On Udo Kier Day, I was with a good friend of mine, Ron Oliver. He’s a film director. He’s a neighbor who lives two minutes away from me. He took me to lunch and then we had a little drink by my star. I don’t really know what it means for the city to declare a Udo Kier Day. Maybe I go into a store and get everything for free. I don’t know! [laughs] Maybe at Applebee’s or some sushi place? I love sushi. I’m a big, big sushi fan. But only tuna—albacore. So I didn’t do much. Now, I will focus on what’s coming next. I made a film that’s coming out soon called My Neighbor, Adolf. It’s an Israeli production with Poland. I made a film called The Blazing World with Carlson Young. She actually came to the premiere yesterday. She’s a wonderful, strong girl. Very beautiful and a good director and a good actress. That’s the only film I did last year in America. We shot on a farm in Texas, under total security. Nobody was allowed to leave so I felt very safe. As I said, I worked with Lars on The Kingdom this year. I did a film in Colombia that my neighbor Ron Oliver shot at the beginning of last year. When I came back home, people started wearing masks.

You once told me you like to play characters people will remember. That hasn’t changed. When I look back on Swan Song, I think I will most remember that chandelier on your head. 

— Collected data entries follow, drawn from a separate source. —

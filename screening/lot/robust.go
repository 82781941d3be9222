package lot

import (
	"math"
	"slices"
)

// AlgorithmA returns the robust mean and standard deviation of ISO 13528 (formula from memory): readings further than 1.5 standard deviations
// from the mean are pulled in to there, until nothing moves; the factor 1.134 gives back what that takes from a normal lot. It begins at the
// median and the scaled MAD, and is NaN without readings or where more than half of them are equal.
func (r *Readings) AlgorithmA() (mean, sd float64) {
	const (
		cut        = 1.5
		giveBack   = 1.134
		mostRounds = 1000
	)
	n := len(r.sorted)
	if n < 2 {
		return math.NaN(), math.NaN()
	}
	mean = quantile(r.sorted, 0.5, LotQuartiles)
	sd = madToSigma * medianDeviation(r.sorted, mean)
	if sd == 0 {
		return math.NaN(), math.NaN()
	}
	pulled := make([]float64, n)
	for range mostRounds {
		for i, x := range r.sorted {
			pulled[i] = min(max(x, mean-cut*sd), mean+cut*sd)
		}
		m, s := meanSD(pulled)
		s *= giveBack
		settled := math.Abs(m-mean) <= 1e-14*math.Abs(m) && math.Abs(s-sd) <= 1e-13*s
		if mean, sd = m, s; settled {
			break
		}
	}
	return mean, sd
}

// HuberMean returns Huber's robust mean with the spread held at the scaled MAD and readings pulled in at 1.5 of it. It is NaN without
// readings; where more than half are equal it is the median.
func (r *Readings) HuberMean() float64 {
	const (
		cut        = 1.5
		mostRounds = 1000
	)
	mean := quantile(r.sorted, 0.5, LotQuartiles)
	if len(r.sorted) == 0 {
		return mean
	}
	reach := cut * madToSigma * medianDeviation(r.sorted, mean)
	if reach == 0 {
		return mean
	}
	pulled := make([]float64, len(r.sorted))
	for range mostRounds {
		for i, x := range r.sorted {
			pulled[i] = min(max(x, mean-reach), mean+reach)
		}
		slices.Sort(pulled)
		m, _ := meanSD(pulled)
		settled := math.Abs(m-mean) <= 1e-14*math.Abs(m)
		if mean = m; settled {
			break
		}
	}
	return mean
}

Yes, I think that’s also the same for me. I knew I would have to wear the chandelier, but I didn’t know that it would be lit. When it came to the day, with all the electricity around my neck, I was a little bit reluctant. But the scene works. Because I fall down and now I’m in the hospital. I wake up and I go get my green suit and I’m leaving the hospital, saying to the doctor, “I’m late to my funeral.” I’m happy that you liked the film. I’m very, very, very happy that people liked the film—and not only people but that the critics liked it. It’s also important that it’s generational. In Germany, I was in a group with Fassbinder’s people and some died of AIDS. Now people take one pill and they’re undetectable. You see, time has changed in every way. If you said twenty years ago, “In America, gay men will get married and adopt children,” they would’ve said, “You’re crazy. It will never happen.” But it did happen. That’s a good thing. Swan Song is about that. He sees that now, if people like each other, anyone can hold hands at Applebee’s or McDonald’s. [laughs]  Nobody cares. But twenty years ago? They would be thrown out the back. This film has much more to say every time I see it. I will see the film again tonight. These are messages, but not with the finger: “Don’t do that!” It smoothly goes. It flows. It’s also funny. That’s all I can say.